Exercise
Produce a verbatim copy of the lines from the one holding "const present = ids.filter((id): id" through the last line of the listing, and nothing else.

━━━

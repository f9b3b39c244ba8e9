import { expect, test } from '@playwright/test';

// The page installs as an app: its manifest and every icon it lists are served, decode at the sizes
// stated, and are kept by the offline cache, so the installed app opens with the network gone.
test('the manifest and its icons are served and kept for offline use', async ({ page, context }) => {
  await page.goto('./');
  await expect(page.getByRole('heading', { name: 'Sekundo' })).toBeVisible();
  await page.evaluate(async () => {
    await navigator.serviceWorker.ready;
  });
  await page.reload();
  await page.waitForFunction(() => navigator.serviceWorker.controller !== null);
  await context.setOffline(true);

  const found = await page.evaluate(async () => {
    const link = document.querySelector<HTMLLinkElement>('link[rel="manifest"]');
    if (!link) return null;
    const manifest = (await (await fetch(link.href)).json()) as { icons: { src: string; sizes: string }[] };
    const icons = [];
    for (const icon of manifest.icons) {
      const image = new Image();
      image.src = new URL(icon.src, link.href).href;
      await image.decode();
      icons.push({ sizes: icon.sizes, drawn: `${image.naturalWidth}x${image.naturalHeight}` });
    }
    return icons;
  });
  await context.setOffline(false);
  expect(found).not.toBeNull();
  for (const icon of found ?? []) if (icon.sizes !== 'any') expect(icon.drawn).toBe(icon.sizes);
  expect(found?.length).toBeGreaterThanOrEqual(3);
});
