import { type ReactNode, useId, useState } from 'react';

/**
 * Help for one input: what it is, its units, its typical and valid range, and where its starting
 * value comes from. Written beside the field specs of each view; shown by a small "?" button and
 * always given to assistive technology through aria-describedby (also while folded away).
 */
export interface HelpTopic {
  /** What the field is, in a sentence. */
  what: string;
  /** The units it takes ("mm; a bare number is mm, or type 0.12 m"). */
  units?: string;
  /** Typical values and the valid range. */
  range?: string;
  /** Where the starting value comes from. */
  origin?: string;
}

/** The help as one paragraph of plain text (for describedby and tests). */
export function helpText(topic: HelpTopic): string {
  return [topic.what, topic.units && `Units: ${topic.units}`, topic.range && `Range: ${topic.range}`, topic.origin && `Default: ${topic.origin}`]
    .filter(Boolean)
    .map((part) => (String(part).endsWith('.') ? part : `${part}.`))
    .join(' ');
}

interface HelpButtonProps {
  /** The field's name: "Help: bath temperature". */
  name: string;
  open: boolean;
  /** Id of the help panel. */
  controls: string;
  onToggle: () => void;
  onClose: () => void;
}

/** The "?" that shows or hides a field's help. Escape folds it away again. */
export function HelpButton({ name, open, controls, onToggle, onClose }: HelpButtonProps) {
  return (
    <button
      type="button"
      className="help-button"
      aria-expanded={open}
      aria-controls={controls}
      aria-label={`Help: ${name}`}
      title={open ? `Hide the help on ${name}` : `What is ${name}?`}
      onClick={onToggle}
      onKeyDown={(event) => {
        if (event.key === 'Escape' && open) {
          event.stopPropagation();
          onClose();
        }
      }}
    >
      ?
    </button>
  );
}

/** A field's help text. Hidden until its button opens it, but always readable through describedby. */
export function HelpPanel({ id, topic, open }: { id: string; topic: HelpTopic; open: boolean }) {
  return (
    <div id={id} className="help-panel" hidden={!open}>
      <p>{topic.what}</p>
      <dl className="help-panel__facts">
        {topic.units ? <Fact term="Units">{topic.units}</Fact> : null}
        {topic.range ? <Fact term="Range">{topic.range}</Fact> : null}
        {topic.origin ? <Fact term="Default">{topic.origin}</Fact> : null}
      </dl>
    </div>
  );
}

function Fact({ term, children }: { term: string; children: ReactNode }) {
  return (
    <div className="help-panel__fact">
      <dt className="help-panel__term">{term}</dt>
      <dd className="help-panel__value">{children}</dd>
    </div>
  );
}

/** The pieces of one field's help: put `button` beside the label, `panel` below it, `describedBy` on the input. */
export interface FieldHelpParts {
  describedBy: string;
  button: ReactNode;
  panel: ReactNode;
}

/** Help for a field whose caller places the button and panel (table columns, radio groups). */
export function useFieldHelp(name: string, topic: HelpTopic): FieldHelpParts {
  const id = `${useId()}-help`;
  const [open, setOpen] = useState(false);
  return {
    describedBy: id,
    button: <HelpButton name={name} open={open} controls={id} onToggle={() => setOpen((o) => !o)} onClose={() => setOpen(false)} />,
    panel: <HelpPanel id={id} topic={topic} open={open} />,
  };
}

/** A field's visible label with its "?" beside it, and the help folding out below. */
export function HelpLabel({ htmlFor, help, className = 'field-label', children }: { htmlFor: string; help: FieldHelpParts; className?: string; children: ReactNode }) {
  return (
    <>
      <div className="field-head">
        <label htmlFor={htmlFor} className={className}>
          {children}
        </label>
        {help.button}
      </div>
      {help.panel}
    </>
  );
}

/** A table column's heading with its "?": the column's cells point to the help's panel through describedBy. */
export function HelpColumnHead({ help, children }: { help: FieldHelpParts; children: ReactNode }) {
  return (
    <th scope="col">
      <span className="th-help">
        {children} {help.button}
      </span>
    </th>
  );
}

/** Joins ids for aria-describedby, leaving out the absent ones; undefined when none is left. */
export function describedBy(...ids: (string | null | undefined | false)[]): string | undefined {
  const present = ids.filter((id): id is string => typeof id === 'string' && id.length > 0);
  return present.length > 0 ? present.join(' ') : undefined;
}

━━━

Completed task
  const present = ids.filter((id): id is string => typeof id === 'string' && id.length > 0);
  return present.length > 0 ? present.join(' ') : undefined;
}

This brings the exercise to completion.